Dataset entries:
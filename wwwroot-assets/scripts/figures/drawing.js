// Draws layers on a canvas. A view maps values on pixels: { left, top, width, height, x0, x1, y0, y1 }, where x0 stands at the left
// edge and y0 at the bottom edge, whichever is larger.

import { isDark, mix, resolve, variable, font } from "./theme.js";

const STRENGTH_STEPS = 64;
const MISSING = 255;
const OPAQUE = 0xff000000;
let sheet = null;

/** Above so many points, what is shown is how dense they lie and their mean colour. */
export const DENSITY_ABOVE = 200000;

export const toX = (view, x) => view.left + (x - view.x0) / (view.x1 - view.x0) * view.width;
export const toY = (view, y) => view.top + view.height - (y - view.y0) / (view.y1 - view.y0) * view.height;
export const fromX = (view, px) => view.x0 + (px - view.left) / view.width * (view.x1 - view.x0);
export const fromY = (view, py) => view.y0 + (view.top + view.height - py) / view.height * (view.y1 - view.y0);

/** A canvas sized to its host in device pixels; gives a context that draws in CSS pixels. */
export function prepare(canvas, width, height) {
  const ratio = window.devicePixelRatio || 1;
  const w = Math.round(width * ratio);
  const h = Math.round(height * ratio);
  if (canvas.width !== w || canvas.height !== h) {
    canvas.width = w;
    canvas.height = h;
  }

  const context = canvas.getContext("2d", { willReadFrequently: true });
  context.setTransform(ratio, 0, 0, ratio, 0, 0);
  context.clearRect(0, 0, width, height);
  return context;
}

/** Which colour of its table each point takes; 255 where its value is missing. */
export function bins(colour, numbers, n) {
  if (colour.kind === "one") {
    return new Uint8Array(n);
  }

  const table = new Uint8Array(n);
  const steps = colour.kind === "scale" ? colour.light.length : STRENGTH_STEPS;
  for (let i = 0; i < n; i++) {
    const value = numbers[colour.values + i];
    if (Number.isNaN(value)) {
      table[i] = MISSING;
    } else if (colour.kind === "categories") {
      table[i] = value % 255;
    } else {
      const share = (value - colour.from) / (colour.to - colour.from);
      table[i] = Math.round(Math.min(1, Math.max(0, share)) * (steps - 1));
    }
  }

  return table;
}

/** The colour table of a layer in the present theme: one entry per bin. */
export function colourTable(colour) {
  if (colour.kind === "strength") {
    const sheet = variable("--sheet");
    const full = resolve(colour.colour);
    return Array.from({ length: STRENGTH_STEPS }, (_, i) => ({ fill: mix(sheet, full, i / (STRENGTH_STEPS - 1)), shape: colour.shape }));
  }

  if (colour.kind === "scale") {
    return (isDark() ? colour.dark : colour.light).map(fill => ({ fill, shape: colour.shape }));
  }

  return colour.entries.map(entry => ({ fill: resolve(entry.colour), shape: entry.shape }));
}

export function tracePath(context, shape, x, y, r) {
  context.beginPath();
  if (shape === "square") {
    context.rect(x - r * 0.88, y - r * 0.88, r * 1.76, r * 1.76);
  } else if (shape === "diamond") {
    context.moveTo(x, y - r * 1.2);
    context.lineTo(x + r * 1.2, y);
    context.lineTo(x, y + r * 1.2);
    context.lineTo(x - r * 1.2, y);
    context.closePath();
  } else if (shape === "triangle" || shape === "triangle-down") {
    const s = shape === "triangle" ? 1 : -1;
    context.moveTo(x, y - s * r * 1.15);
    context.lineTo(x + r * 1.1, y + s * r * 0.85);
    context.lineTo(x - r * 1.1, y + s * r * 0.85);
    context.closePath();
  } else if (shape === "plus") {
    const t = r * 0.25;
    const e = r * 1.25;
    context.rect(x - t, y - e, 2 * t, 2 * e);
    context.rect(x - e, y - t, 2 * e, 2 * t);
  } else {
    context.arc(x, y, r, 0, 2 * Math.PI);
  }
}

/**
 * One small picture per colour, the missing mark last, as numbers: a point is then a copy of a few dozen pixels. Copying them here is
 * some twenty times as fast as drawing each point by the canvas, where that has no graphics card to help.
 */
function sprites(table, size, outlined, ratio) {
  const cell = Math.ceil(size * 1.3 * ratio) + 3;
  const canvas = document.createElement("canvas");
  canvas.width = cell * (table.length + 1);
  canvas.height = cell;
  const context = canvas.getContext("2d", { willReadFrequently: true });
  const centre = cell / (2 * ratio);
  table.forEach((entry, i) => {
    context.setTransform(ratio, 0, 0, ratio, i * cell, 0);
    tracePath(context, entry.shape, centre, centre, size / 2);
    context.fillStyle = entry.fill;
    context.fill();
    if (outlined) {
      context.strokeStyle = variable("--rule");
      context.lineWidth = 0.75;
      context.stroke();
    }
  });
  context.setTransform(ratio, 0, 0, ratio, table.length * cell, 0);
  context.beginPath();
  context.arc(centre, centre, Math.min(2, size / 4), 0, 2 * Math.PI);
  context.globalAlpha = size < 5 ? 0.3 : 0.7;
  context.strokeStyle = variable("--faint");
  context.lineWidth = 0.9;
  context.stroke();
  const pixels = new Uint32Array(context.getImageData(0, 0, canvas.width, cell).data.buffer);
  return Array.from({ length: table.length + 1 }, (_, i) => {
    const at = k => Math.floor(k / cell) * canvas.width + i * cell + k % cell;
    const used = Array.from({ length: cell * cell }, (_, k) => k).filter(k => pixels[at(k)] >>> 24 > 0);
    return {
      cell,
      columns: Int32Array.from(used, k => k % cell),
      rows: Int32Array.from(used, k => Math.floor(k / cell)),
      colours: Uint32Array.from(used, k => pixels[at(k)]),
    };
  });
}

/** A sheet of pixels over the plot, blank, reused from drawing to drawing. */
function blankSheet(width, height) {
  if (sheet?.canvas.width !== width || sheet.canvas.height !== height) {
    const canvas = document.createElement("canvas");
    canvas.width = width;
    canvas.height = height;
    const context = canvas.getContext("2d", { willReadFrequently: true });
    const image = context.createImageData(width, height);
    sheet = { canvas, context, image, pixels: new Uint32Array(image.data.buffer) };
  } else {
    sheet.pixels.fill(0);
  }

  return sheet;
}

/** Draws the points of a layer: { n, x, y, size, colour, numbers, bins }. */
export function drawPoints(context, view, layer) {
  const ratio = window.devicePixelRatio || 1;
  const look = `${isDark()} ${ratio}`;
  if (layer.look !== look) {
    layer.look = look;
    layer.pictures = sprites(colourTable(layer.colour), layer.size, layer.colour.kind === "strength" || layer.colour.kind === "scale", ratio);
  }

  const pictures = layer.pictures;
  const target = blankSheet(Math.max(1, Math.round(view.width * ratio)), Math.max(1, Math.round(view.height * ratio)));
  const place = {
    ax: target.canvas.width / (view.x1 - view.x0), x0: view.x0,
    ay: -target.canvas.height / (view.y1 - view.y0), y0: view.y0, height: target.canvas.height,
  };
  if (layer.n > DENSITY_ABOVE) {
    stampDensity(target, place, layer, pictures);
  } else {
    stampPoints(target, place, layer, pictures, true);
    stampPoints(target, place, layer, pictures, false);
  }

  target.context.putImageData(target.image, 0, 0);
  context.drawImage(target.canvas, view.left, view.top, view.width, view.height);
}

function stampPoints(target, place, layer, pictures, missing) {
  const { pixels } = target;
  const { width, height } = target.canvas;
  const { numbers } = layer;
  const half = pictures[0].cell / 2;
  for (let i = 0; i < layer.n; i++) {
    const bin = layer.bins[i];
    if ((bin === MISSING) !== missing) {
      continue;
    }

    const left = Math.round((numbers[layer.x + i] - place.x0) * place.ax - half);
    const top = Math.round(place.height + (numbers[layer.y + i] - place.y0) * place.ay - half);
    if (!(left > -2 * half && left < width && top > -2 * half && top < height)) {
      continue;
    }

    const { columns, rows, colours } = pictures[missing ? pictures.length - 1 : bin];
    for (let k = 0; k < colours.length; k++) {
      const x = left + columns[k];
      const y = top + rows[k];
      if (x >= 0 && x < width && y >= 0 && y < height) {
        const at = y * width + x;
        const above = colours[k];
        const below = pixels[at];
        pixels[at] = above >= OPAQUE || below === 0 ? above : over(above, below);
      }
    }
  }
}

/** A colour over another, each with its alpha in the highest byte. Two parts at a time, which leaves their products room. */
function over(above, below) {
  const a = above >>> 24;
  const rest = ((below >>> 24) * (255 - a) + 127) / 255 | 0;
  const alpha = a + rest;
  const share = (a << 8) / alpha | 0;
  const odd = ((above & 0xff00ff) * share + (below & 0xff00ff) * (256 - share)) / 256 & 0xff00ff;
  const even = ((above >>> 8 & 0xff) * share + (below >>> 8 & 0xff) * (256 - share)) & 0xff00;
  return (alpha << 24 | odd | even) >>> 0;
}

/** Squares of two pixels: their colour is the mean of their points' colours, their strength grows with the logarithm of the number. */
function stampDensity(target, place, layer, pictures) {
  const { width, height } = target.canvas;
  const side = 2;
  const columns = Math.ceil(width / side);
  const rows = Math.ceil(height / side);
  const counts = new Uint32Array(columns * rows);
  const sums = new Float64Array(columns * rows);
  let most = 1;
  for (let i = 0; i < layer.n; i++) {
    const column = Math.floor((layer.numbers[layer.x + i] - place.x0) * place.ax / side);
    const row = Math.floor((place.height + (layer.numbers[layer.y + i] - place.y0) * place.ay) / side);
    if (column >= 0 && column < columns && row >= 0 && row < rows && layer.bins[i] !== MISSING) {
      const at = row * columns + column;
      sums[at] += layer.bins[i];
      most = Math.max(most, ++counts[at]);
    }
  }

  // The middle pixel of a picture has its full colour.
  const full = pictures.map(p => p.colours[p.colours.length >> 1] & 0xffffff);
  for (let y = 0; y < height; y++) {
    for (let x = 0; x < width; x++) {
      const at = Math.floor(y / side) * columns + Math.floor(x / side);
      if (counts[at] > 0) {
        const alpha = 255 * (0.25 + 0.75 * Math.log1p(counts[at]) / Math.log1p(most));
        target.pixels[y * width + x] = (alpha << 24 | full[Math.round(sums[at] / counts[at])]) >>> 0;
      }
    }
  }
}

**WORK REQUIRED:** Using the entries above, return each line that includes the word "mean".

**OUTPUT FOR THIS EXERCISE:**
/** Above so many points, what is shown is how dense they lie and their mean colour. */
/** Squares of two pixels: their colour is the mean of their points' colours, their strength grows with the logarithm of the number. */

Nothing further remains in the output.